# HCF and LCM Quiz Set 011

### Question 1

Which is the smallest number which when divided by 15, 12 or 14 leaves 12, 9, 11 as the respective remainders?

A

417.

B

418.

C

416.

D

419.

Soln.
Ans: a

By inspection, the difference between the numbers and their respective remainders is same = 3. The LCM of 15, 12 and 14 = 420. So the required number is 420 - 3 = 417.

### Question 2

The LCM and HCF of two numbers 36 and 86 are in the ratio?

A

774.

B

\${1549/2}\$.

C

775.

D

\${1551/2}\$.

Soln.
Ans: a

The LCM of 36 and 86 is 1548, and their HCF is 2. The ratio is: 774.

### Question 3

What is the HCF of (3 × 7), (7 × 18) and (18 × 3)?

A

3.

B

6.

C

1.

D

9.

Soln.
Ans: a

The required HCF is product of the three numbers divided by their LCM. The LCM of 3, 7 and 18 is 126. So the required HCF = \${3 × 7 × 18}/126\$ = 3. Please note that LCM(n1, n2, n3) × HCF(n1 × n2, n2 × n3, n3 × n1) = n1 × n2 × n3.

### Question 4

Which is the second smallest number, which, when divided by 12 and 55, leaves the remainder 5?

A

1325.

B

665.

C

1985.

D

655.

Soln.
Ans: a

The LCM of 12 and 55 = 660. All the numbers that leave remainder 5 upon being divided by either of the given two numbers are of the form 660k + 5. When k = 1, we get the smallest number, and k = 2 gives the next required number = 1325.

### Question 5

Three cyclists are cycling in a circular track.
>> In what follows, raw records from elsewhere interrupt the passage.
import { shippingForSeller, type ShippingItem } from './shipping';
import { POLICY_CONDITIONS, type SourcingInput } from './sourcing-plan';

/*
 * Exhaustive reference for planSourcing, for tests and the benchmark only: tries every way to split every
 * need over its acceptable listings, prices each complete plan with shippingForSeller, keeps the best by
 * (fewest unfilled units, then lowest cost). Its one shortcut — dropping a branch once it already leaves more
 * units unfilled than the best plan found — cannot lose the optimum. Exponential: small instances only.
 */

export interface BruteForceResult {
  unfilledUnits: number;
  totalCents: number;
  plansPriced: number;
}

export function bruteForceSourcing(input: SourcingInput): BruteForceResult {
  const { needs, listings, sellers, destination } = input;
  const accepts = needs.map((need) => {
    const parts = new Set([need.partId, ...(need.acceptedPartIds ?? [])]);
    return listings
      .map((_, i) => i)
      .filter((i) => {
        const l = listings[i];
        if (!parts.has(l.partId) || !POLICY_CONDITIONS[need.policy].includes(l.condition) || l.available <= 0) return false;
        const one = shippingForSeller(sellers[l.sellerId].profile, [item(i, 1)], destination);
        return one.ok;
      });
  });
  const stockLeft = listings.map((l) => l.available);
  const taken = listings.map(() => 0);
  let bestUnfilled = Infinity;
  let bestCost = Infinity;
  let plansPriced = 0;

  function item(i: number, quantity: number): ShippingItem {
    const l = listings[i];
    return {
      listingId: l.listingId,
      quantity,
      unitPriceCents: l.priceCents,
      weightGrams: l.weightGrams,
      lengthMm: l.lengthMm,
      widthMm: l.widthMm,
      heightMm: l.heightMm,
    };
  }

  function price(unfilled: number): void {
    plansPriced++;
    const bySeller = new Map<string, ShippingItem[]>();
    let cost = 0;
    listings.forEach((l, i) => {
      if (taken[i] === 0) return;
      cost += taken[i] * l.priceCents;
      const list = bySeller.get(l.sellerId) ?? [];
      list.push(item(i, taken[i]));
      bySeller.set(l.sellerId, list);
    });
    for (const [sellerId, items] of bySeller) {
      const q = shippingForSeller(sellers[sellerId].profile, items, destination);
      if (!q.ok) return;
      cost += q.amountCents;
    }
    if (unfilled < bestUnfilled || (unfilled === bestUnfilled && cost < bestCost)) {
      bestUnfilled = unfilled;
      bestCost = cost;
    }
  }

  function need(n: number, unfilled: number): void {
    if (unfilled > bestUnfilled) return;
    if (n === needs.length) {
      price(unfilled);
      return;
    }
    split(n, 0, needs[n].quantity, unfilled);
  }

  function split(n: number, c: number, remaining: number, unfilled: number): void {
    const cands = accepts[n];
    if (c === cands.length) {
      need(n + 1, unfilled + remaining);
      return;
    }
    const i = cands[c];
    for (let x = Math.min(remaining, stockLeft[i]); x >= 0; x--) {
      stockLeft[i] -= x;
      taken[i] += x;
      split(n, c + 1, remaining - x, unfilled);
      stockLeft[i] += x;
      taken[i] -= x;
    }
  }

  need(0, 0);
  return { unfilledUnits: bestUnfilled, totalCents: bestCost, plansPriced };
}
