/** The administrator's review queue: filters, bulk approval of unflagged listings, and a decision per listing. */
export function ReviewQueue() {
  const [filters, setFilter] = useFilters();
  const queue = useReviewQueue(filters);
  const [selected, setSelected] = useState<Set<string>>(new Set());
  const [open, setOpen] = useState<string | null>(null);
  const [sellers, setSellers] = useState<Map<string, string>>(new Map());
  const approveMany = useApproveMany();
  const listings = useMemo(() => queue.data ?? [], [queue.data]);

  // Sellers seen in the queue so far, so the seller filter keeps its options while it is applied.
  useEffect(() => {
    setSellers((prev) => {
      const next = new Map(prev);
      for (const l of listings) next.set(l.seller.id, l.seller.shopName);
      return next.size === prev.size ? prev : next;
    });
  }, [listings]);

  const unflagged = listings.filter((l) => l.flags.length === 0);
  const chosen = [...selected].filter((id) => unflagged.some((l) => l.id === id));
  const toggle = (id: string) =>
    setSelected((s) => {
      const n = new Set(s);
      if (n.has(id)) n.delete(id);
      else n.add(id);
      return n;
    });

  const bulkApprove = () =>
    approveMany.mutate(chosen, {
      onSuccess: (r) => {
        setSelected(new Set());
        toast.success(`${r.approved.length} listing${r.approved.length === 1 ? '' : 's'} approved`);
        if (r.skipped.length) toast.warning(`${r.skipped.length} not approved: ${r.skipped.map((s) => s.reason.replace(/_/g, ' ')).join(', ')}`);
      },
      onError: (e) => toast.error(e.message),
    });

  return (
    <div className="space-y-5">
      <div role="search" aria-label="Filter the queue" className="grid gap-3 rounded-card border border-rule bg-paper-raised p-4 shadow-card sm:grid-cols-4">
        <label className="text-sm font-semibold text-ink">
          Flag
          <select aria-label="Flag" value={filters.flag ?? ''} onChange={(e) => setFilter({ flag: e.target.value })} className={cn(selectClasses, 'mt-1 font-normal')}>
            <option value="">Any</option>
            <option value="none">No flags</option>
            {listingFlagCodes.map((c) => (
              <option key={c} value={c}>
                {flagLabels[c]}
              </option>
            ))}
          </select>
        </label>
        <label className="text-sm font-semibold text-ink">
          Age
          <select aria-label="Age" value={filters.minAgeHours !== undefined ? String(filters.minAgeHours) : ''} onChange={(e) => setFilter({ minAgeHours: e.target.value })} className={cn(selectClasses, 'mt-1 font-normal')}>
            {ages.map(([v, t]) => (
              <option key={v} value={v}>
                {t}
              </option>
            ))}
          </select>
        </label>
        <label className="text-sm font-semibold text-ink">
          Seller
          <select aria-label="Seller" value={filters.sellerId ?? ''} onChange={(e) => setFilter({ sellerId: e.target.value })} className={cn(selectClasses, 'mt-1 font-normal')}>
            <option value="">All sellers</option>
            {[...sellers].map(([id, name]) => (
              <option key={id} value={id}>
                {name}
              </option>
            ))}
          </select>
        </label>
        <label className="text-sm font-semibold text-ink">
          Order
          <select aria-label="Order" value={filters.sort} onChange={(e) => setFilter({ sort: e.target.value === 'newest' ? 'newest' : '' })} className={cn(selectClasses, 'mt-1 font-normal')}>
            <option value="oldest">Oldest first</option>
            <option value="newest">Newest first</option>
          </select>
        </label>
      </div>

      <div className="flex flex-wrap items-center gap-3">
        <Button size="sm" variant="secondary" disabled={unflagged.length === 0} onClick={() => setSelected(new Set(unflagged.map((l) => l.id)))}>
          Select all unflagged ({unflagged.length})
        </Button>
        <Button size="sm" icon={<Check aria-hidden="true" className="size-4" />} disabled={chosen.length === 0} isLoading={approveMany.isPending} onClick={bulkApprove}>
          Approve {chosen.length} selected
        </Button>
        <p className="text-xs text-ink-muted">Only listings without flags can be approved in bulk.</p>
      </div>

      {queue.isPending ? (
        <div role="status" className="space-y-2">
          <span className="sr-only">Loading the queue…</span>
          <Skeleton className="h-14" />
          <Skeleton className="h-14" />
          <Skeleton className="h-14" />
        </div>
      ) : queue.isError ? (
        <Notice tone="danger" role="alert" title="We could not load the queue">
          {queue.error.message}
        </Notice>
      ) : listings.length === 0 ? (
        <Notice tone="info" role="status" title="Nothing waiting">
          No listing waiting for review matches these filters.
        </Notice>
      ) : (
        <div className="overflow-x-auto rounded-card border border-rule bg-paper-raised shadow-card">
          <table className="w-full min-w-[56rem] border-collapse text-left text-sm">
            <caption className="sr-only">Listings waiting for review</caption>
            <thead className="bg-paper-sunk text-label text-ink-muted uppercase">
              <tr>
                <th scope="col" className="w-10 px-3 py-2.5">
                  <span className="sr-only">Select</span>
                </th>
                <th scope="col" className="px-3 py-2.5">Listing</th>
                <th scope="col" className="px-3 py-2.5">Seller</th>
                <th scope="col" className="px-3 py-2.5">Price</th>
                <th scope="col" className="px-3 py-2.5">Flags</th>
                <th scope="col" className="px-3 py-2.5">Waiting</th>
                <th scope="col" className="px-3 py-2.5 text-right">Review</th>
              </tr>
            </thead>
            <tbody>
              {listings.map((l) => (
                <Fragment key={l.id}>
                  <tr className={cn('border-t border-rule align-middle', open === l.id && 'bg-patina-50/50')}>
                    <td className="px-3 py-2">
                      <input
                        type="checkbox"
                        aria-label={`Select ${l.title}`}
                        disabled={l.flags.length > 0}
                        title={l.flags.length > 0 ? 'Flagged listings need a decision one by one' : undefined}
                        checked={selected.has(l.id)}
                        onChange={() => toggle(l.id)}
                        className="size-4 accent-patina-600"
                      />
                    </td>
                    <th scope="row" className="px-3 py-2 font-normal">
                      <div className="flex items-center gap-3">
                        <span className="block size-12 shrink-0 overflow-hidden rounded-tag border border-rule bg-paper-sunk" style={l.photos[0] ? { backgroundColor: l.photos[0].placeholderColor } : undefined}>
                          {l.photos[0] ? <img src={l.photos[0].urls.thumb} alt="" className="h-full w-full object-cover" /> : null}
                        </span>
                        <span>
                          <span className="block font-semibold text-ink">{l.title}</span>
                          <span className="block text-xs text-ink-muted">
                            {l.part ? `${l.part.primaryNumber ?? ''} ${l.part.name}`.trim() : 'Unidentified part'} · {l.conditionLabel} · {l.photos.length} photo{l.photos.length === 1 ? '' : 's'}
                          </span>
                        </span>
                      </div>
                    </th>
                    <td className="px-3 py-2 text-ink-soft">{l.seller.shopName}</td>
                    <td className="px-3 py-2 tabular-nums">{money(l.priceCents, l.currency)}</td>
                    <td className="px-3 py-2">
                      <div className="flex flex-wrap gap-1">
                        {l.flags.length === 0 ? <span className="text-xs text-ink-muted">None</span> : null}
                        {l.flags.map((f) => (
                          <Badge key={f.code} tone={f.severity === 'block' ? 'danger' : 'warn'}>
                            {flagLabels[f.code as keyof typeof flagLabels] ?? f.code}
                          </Badge>
                        ))}
                      </div>
                    </td>
                    <td className="px-3 py-2 whitespace-nowrap text-ink-soft">{waited(l.waitingHours)}</td>
                    <td className="px-3 py-2 text-right">
                      <Button
                        size="sm"
                        variant="secondary"
                        aria-expanded={open === l.id}
                        aria-label={`Review ${l.title}`}
                        icon={open === l.id ? <ChevronDown aria-hidden="true" className="size-4" /> : <ChevronRight aria-hidden="true" className="size-4" />}
                        onClick={() => setOpen((o) => (o === l.id ? null : l.id))}
                      >
                        Review
                      </Button>
                    </td>
                  </tr>
                  {open === l.id ? (
                    <tr className="bg-patina-50/50">
                      <td colSpan={7} className="px-4 pb-5">
                        <ReviewPanel listing={l} onDone={() => setOpen(null)} />
                      </td>
                    </tr>
                  ) : null}
                </Fragment>
              ))}
            </tbody>
          </table>
        </div>
      )}
    </div>
  );
}

type Mode = 'request-changes' | 'reject';
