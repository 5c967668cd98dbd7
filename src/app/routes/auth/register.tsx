import { useState } from 'react';
import { Link } from 'react-router-dom';
import type { User } from '@shared/schemas/auth';
import { AuthLayout } from '@/components/layouts/auth-layout';
import { buttonClasses } from '@/components/ui/button';
import { Notice } from '@/components/ui/notice';
import { TextLink } from '@/components/ui/text-link';
import { paths } from '@/config/paths';
import { useMe } from '@/features/auth/api/get-me';
import { RegisterForm } from '@/features/auth/components/register-form';

export function RegisterRoute() {
  const me = useMe();
  const [registered, setRegistered] = useState<User | null>(null);

  if (registered) {
    return (
      <AuthLayout title="Account created">
        <Notice tone="ok" role="status" title="Check your e-mail to verify your address">
          We sent a link to {registered.email}. Open it to finish setting up your account.
        </Notice>
        <div className="mt-6 flex flex-wrap gap-3">
          <Link to={paths.catalog.getHref()} className={buttonClasses('primary')}>
            Browse the catalog
          </Link>
          <Link to={paths.account.root.getHref()} className={buttonClasses('secondary')}>
            Your account
          </Link>
        </div>
      </AuthLayout>
    );
  }

  if (me.data) {
    return (
      <AuthLayout title="Create account">
        <Notice tone="info" title={`You are signed in as ${me.data.displayName}`}>
          Sign out first to create another account, or go to <TextLink to={paths.account.root.getHref()}>your account</TextLink>.
        </Notice>
      </AuthLayout>
    );
  }

  return (
    <AuthLayout
      title="Create account"
      description="Free for restorers. Sellers apply once signed in."
      footer={
        <p>
          Already have an account? <TextLink to={paths.auth.signIn.getHref()}>Sign in</TextLink>
        </p>
      }
    >
      <RegisterForm onSuccess={setRegistered} />
    </AuthLayout>
  );
}
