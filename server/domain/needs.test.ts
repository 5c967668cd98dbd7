import { describe, expect, it } from 'vitest';
import { computeNeeds, neededForLine, type TeardownLine } from './needs';

const line = (over: Partial<TeardownLine>): TeardownLine => ({
  lineId: 'BOM-1',
  partId: 'PART-A',
  qtyPerAssembly: 4,
  status: 'replace',
  usableOnHand: 0,
  ...over,
});

describe('neededForLine', () => {
  it('when a line is replace or missing, then the shortfall against the quantity per assembly is needed', () => {
    expect(neededForLine(line({ status: 'replace', usableOnHand: 1 }))).toBe(3);
    expect(neededForLine(line({ status: 'missing' }))).toBe(4);
  });

  it('when a wrong part was found, then it counts as a replacement', () => {
    expect(neededForLine(line({ status: 'wrong_part', qtyPerAssembly: 2 }))).toBe(2);
  });

  it('when more usable pieces are on hand than the line calls for, then nothing is needed', () => {
    expect(neededForLine(line({ usableOnHand: 6 }))).toBe(0);
  });

  it('when a line is reused, refurbished or not inspected, then it needs nothing', () => {
    for (const status of ['reuse', 'refurbish', 'not_inspected'] as const) expect(neededForLine(line({ status }))).toBe(0);
  });
});

describe('computeNeeds', () => {
  it('when the same part is short on several lines and wanted by hand, then one need sums them and keeps every reference', () => {
    const r = computeNeeds(
      [
        line({ lineId: 'BOM-1', partId: 'PART-A', qtyPerAssembly: 4, usableOnHand: 1 }),
        line({ lineId: 'BOM-2', partId: 'PART-B', status: 'reuse' }),
        line({ lineId: 'BOM-3', partId: 'PART-A', qtyPerAssembly: 2, status: 'missing' }),
        line({ lineId: 'BOM-4', partId: 'PART-C', qtyPerAssembly: 1, status: 'wrong_part' }),
        line({ lineId: 'BOM-5', partId: 'PART-D', status: 'not_inspected' }),
      ],
      [
        { partId: 'PART-A', quantity: 1, wantId: 'W-1' },
        { partId: 'PART-E', quantity: 2 },
      ],
    );
    expect(r.needs).toEqual([
      {
        partId: 'PART-A',
        quantity: 6,
        sources: [
          { kind: 'teardown', lineId: 'BOM-1', status: 'replace', quantity: 3 },
          { kind: 'teardown', lineId: 'BOM-3', status: 'missing', quantity: 2 },
          { kind: 'manual', wantId: 'W-1', quantity: 1 },
        ],
      },
      { partId: 'PART-C', quantity: 1, sources: [{ kind: 'teardown', lineId: 'BOM-4', status: 'wrong_part', quantity: 1 }] },
      { partId: 'PART-E', quantity: 2, sources: [{ kind: 'manual', quantity: 2 }] },
    ]);
    expect(r.notInspectedLineIds).toEqual(['BOM-5']);
  });

  it('when nothing is short, then there are no needs', () => {
    expect(computeNeeds([line({ usableOnHand: 4 })]).needs).toEqual([]);
  });

  it('when input is bad, then a RangeError names it', () => {
    expect(() => computeNeeds([line({ lineId: 'X' }), line({ lineId: 'X' })])).toThrow(/twice/);
    expect(() => computeNeeds([line({ qtyPerAssembly: 0 })])).toThrow(/qtyPerAssembly/);
    expect(() => computeNeeds([line({ usableOnHand: -1 })])).toThrow(/usableOnHand/);
    expect(() => computeNeeds([line({ status: 'lost' as never })])).toThrow(/status/);
    expect(() => computeNeeds([], [{ partId: 'P', quantity: 1.5 }])).toThrow(/quantity/);
  });
});
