/** Builds the adjacency maps; checks each edge and drops repeated (from, to) pairs, keeping the first. */
export function indexEdges(edges: readonly SupersessionEdge[]): SupersessionIndex {
  const out = new Map<string, SupersessionEdge[]>();
  const inn = new Map<string, SupersessionEdge[]>();
  const kept: SupersessionEdge[] = [];
  for (const e of edges) {
    if (!e.fromPartId || !e.toPartId) throw new SupersessionInputError('A supersession row needs both part ids.');
    if (!(e.interchange in rank)) {
      throw new SupersessionInputError(`Unknown interchange "${String(e.interchange)}" on a supersession row.`);
    }
    if (!Number.isInteger(e.quantity) || e.quantity < 1) {
      throw new SupersessionInputError(
        `Supersession quantity must be a whole number of 1 or more; got ${String(e.quantity)}.`,
      );
    }
    let o = out.get(e.fromPartId);
    if (!o) out.set(e.fromPartId, (o = []));
    // A part has few successors, so a scan beats building a key per edge.
    else if (o.some((x) => x.toPartId === e.toPartId)) continue;
    kept.push(e);
    o.push(e);
    let i = inn.get(e.toPartId);
    if (!i) inn.set(e.toPartId, (i = []));
    i.push(e);
  }
  return { out, in: inn, edges: kept };
}

function asIndex(edges: readonly SupersessionEdge[] | SupersessionIndex): SupersessionIndex {
  return Array.isArray(edges) ? indexEdges(edges) : (edges as SupersessionIndex);
}

const EMPTY: readonly SupersessionEdge[] = [];
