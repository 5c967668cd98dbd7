import { MutationCache, QueryCache, QueryClient, type QueryClientConfig } from '@tanstack/react-query';
import { isApiError } from './api-client';

// Key of the signed-in user query; lives here (not in a feature) because the cache-wide 401 handler needs it.
export const sessionQueryKey = ['auth', 'me'] as const;

function retry(failureCount: number, error: unknown): boolean {
  // A 4xx will not get better by asking again; network and 5xx errors may.
  if (isApiError(error) && error.status >= 400 && error.status < 500) return false;
  return failureCount < 2;
}

/** The app's QueryClient. Tests pass `{ queries: { retry: false } }` through `defaultOptions`. */
export function createQueryClient(config: QueryClientConfig = {}): QueryClient {
  const queryClient: QueryClient = new QueryClient({
    ...config,
    // A 401 from any other call means the session ended server-side: refresh who we are.
    queryCache: new QueryCache({
      onError: (error, query) => {
        if (isApiError(error) && error.status === 401 && query.queryKey[0] !== 'auth') {
          void queryClient.invalidateQueries({ queryKey: sessionQueryKey });
        }
      },
    }),
    mutationCache: new MutationCache({
      onError: (error) => {
        if (isApiError(error) && error.status === 401) {
          void queryClient.invalidateQueries({ queryKey: sessionQueryKey });
        }
      },
    }),
    defaultOptions: {
      ...config.defaultOptions,
      queries: {
        retry,
        staleTime: 60_000,
        refetchOnWindowFocus: false,
        ...config.defaultOptions?.queries,
      },
      mutations: { retry: false, ...config.defaultOptions?.mutations },
    },
  });
  return queryClient;
}
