/**
 * The usual safety cautions shown with brake, steering and suspension parts. Wording is ours; the rules are the
 * trade's common practice (no published source) and defer to local codes and a qualified mechanic.
 */
export interface Caution {
  code: string;
  text: string;
}

const DEFER: Caution = {
  code: 'qualified_inspection',
  text: 'Have a qualified mechanic inspect the work before the vehicle goes on the road, and follow local codes and the vehicle\'s own manual.',
};

export function cautionsFor(part: { safetyClass: string; category: string }): Caution[] {
  const out: Caution[] = [];
  if (part.safetyClass === 'brake') {
    out.push({ code: 'brake_safety', text: 'Brakes stop the vehicle: a mistake here can injure or kill. If in doubt, leave the work to a licensed mechanic.' });
    if (['brake_hose', 'wheel_cylinder', 'master_cylinder', 'cylinder_kit', 'boot', 'seal'].includes(part.category)) {
      out.push({ code: 'rubber_ages', text: 'Hydraulic brake rubber (hoses, cups, boots) ages even unused. Old rubber is for display or authenticity only; fit new rubber for use.' });
    }
    if (part.category === 'brake_line' || part.category === 'brake_fitting') {
      out.push({ code: 'double_flare', text: 'Steel brake lines are double flared; a replacement line must match the fitting type and thread.' });
    }
    if (part.category === 'sealing_washer') {
      out.push({ code: 'crush_washer', text: 'Copper sealing (crush) washers are replaced, not reused.' });
    }
    out.push({ code: 'fluid', text: 'Do not mix silicone (DOT 5) and glycol brake fluids; flush fully when changing type. Brake fluid damages paint and is harmful: wear gloves and eye protection.' });
  }
  if (part.safetyClass === 'steering') {
    out.push({ code: 'steering_safety', text: 'Steering parts keep the vehicle under control: replace worn joints and fasteners, use new cotter pins, and have the work inspected.' });
  }
  if (part.safetyClass === 'suspension') {
    out.push({ code: 'spring_energy', text: 'Springs store energy: use the right compressor or support, and never work under a raised vehicle without jack stands.' });
  }
  if (part.safetyClass !== 'none') {
    out.push({ code: 'jack_stands', text: 'Support a raised vehicle on jack stands on firm ground; never rely on a jack alone.' });
    out.push(DEFER);
  }
  return out;
}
They, respectively, take 4, 7 and 22 minutes to complete the circle once. After how many minutes will they all again meet at a single point?

A

308 minutes.

B

616 minutes.

C

154 minutes.

D

309 minutes.

Soln.
Ans: a

The answer lies in finding the LCM of their times. The LCM of 4, 7 and 22 = 308.